__Task statement__
Count the lines below that carry the word "listRuns". Answer with that number alone.

***** Available data

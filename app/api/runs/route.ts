import { z } from "zod";
import { commitAccess, networkAccess, requestActor } from "@/app/lib/access";
import { authenticated } from "@/app/lib/policy";
import { fresh, handle, parseInput, queryOf, readJson } from "@/app/lib/http";
import { MAX_TIME_LIMIT_MS, startRun } from "@/app/lib/run-supervisor";
import { listRuns } from "@/app/lib/runs";

export const dynamic = "force-dynamic";

const RunsQuery = z.union([z.object({ commit: z.string().min(1) }), z.object({ network: z.string().min(1) })]);

/** GET /api/runs?commit=ID or ?network=ID (workspace.read): runs, newest first. */
export function GET(request: Request) {
  return handle(async () => {
    const q = parseInput(RunsQuery, queryOf(request));
    const actor = await requestActor(request);
    if ("commit" in q) {
      const { commit } = commitAccess(actor, "workspace.read", q.commit);
      return fresh({ runs: listRuns({ commitId: commit.id }) });
    }
    const { network } = networkAccess(actor, "workspace.read", q.network);
    return fresh({ runs: listRuns({ networkId: network.id }) });
  });
}

const StartRun = z.object({
  commit: z.string().min(1),
  timeLimitSeconds: z
    .number()
    .positive()
    .max(MAX_TIME_LIMIT_MS / 1000)
    .optional(),
  fault: z.enum(["throw", "slow", "stuck"]).optional(),
});

/**
 * POST /api/runs (run.start): queue a run of every analysis of a commit.
 * 422 when the commit has errors, or the run exceeds the points or values limits (with the numbers).
 */
export function POST(request: Request) {
  return handle(async () => {
    // Signed in before the body is read: an anonymous request's body is never read.
    const signedIn = authenticated(await requestActor(request));
    const input = await readJson(request, StartRun);
    const { actor, commit } = commitAccess(signedIn, "run.start", input.commit);
    const run = await startRun({
      commitId: commit.id,
      actorId: actor.userId,
      timeLimitMs: input.timeLimitSeconds === undefined ? undefined : Math.round(input.timeLimitSeconds * 1000),
      fault: process.env.RUNNEL_TEST_FAULTS === "1" ? input.fault : undefined,
      signal: request.signal,
    });
    return fresh({ run }, { status: 201 });
  });
}
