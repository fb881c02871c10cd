import { z } from "zod";
import { commitPairAccess, requestActor } from "@/app/lib/access";
import { handle, parseInput, queryOf } from "@/app/lib/http";
import { compareCommits } from "@/app/lib/review/diffs";
import { analysisSummaries, prepareComparisons } from "@/app/lib/review/compare-data";
import { toleranceOf, ToleranceQuery } from "@/app/lib/review/compare-query";

export const dynamic = "force-dynamic";

const Query = ToleranceQuery.extend({
  from: z.string().min(1, "name the older commit"),
  to: z.string().min(1, "name the newer commit"),
  all: z.enum(["0", "1"]).optional(),
  limit: z.coerce.number().int().min(0).max(20_000).optional(),
});

/**
 * GET /api/compare?from=C1&to=C2[&rel=1e-6&absCurrent=1e-15&absVoltage=1e-6&absProbe=1e-15&all=1&limit=N]
 * (workspace.read): the text diff, and per matched analysis the summaries of
 * what moved (`analyses`: probes, then nodes, devices and rails by kind). The
 * flat value rows of `results` are sent only when `limit` asks for them
 * (default none); page through entities with /api/compare/entities instead.
 * A commit in a workspace the actor is not a member of is 404, like an unknown one.
 */
export function GET(request: Request) {
  return handle(async () => {
    const q = parseInput(Query, queryOf(request));
    const { from, to, network } = commitPairAccess(await requestActor(request), "workspace.read", q.from, q.to);
    const tolerance = toleranceOf(q);
    await prepareComparisons(from.id, to.id, tolerance);
    const c = compareCommits(from.id, to.id, { tolerance, includeWithin: q.all === "1", limit: q.limit ?? 0 });
    return Response.json({
      ...c,
      analyses: analysisSummaries(from.id, to.id, tolerance),
      network: { id: network.id, slug: network.slug, name: network.name },
    });
  });
}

**********

__Exercise response__
3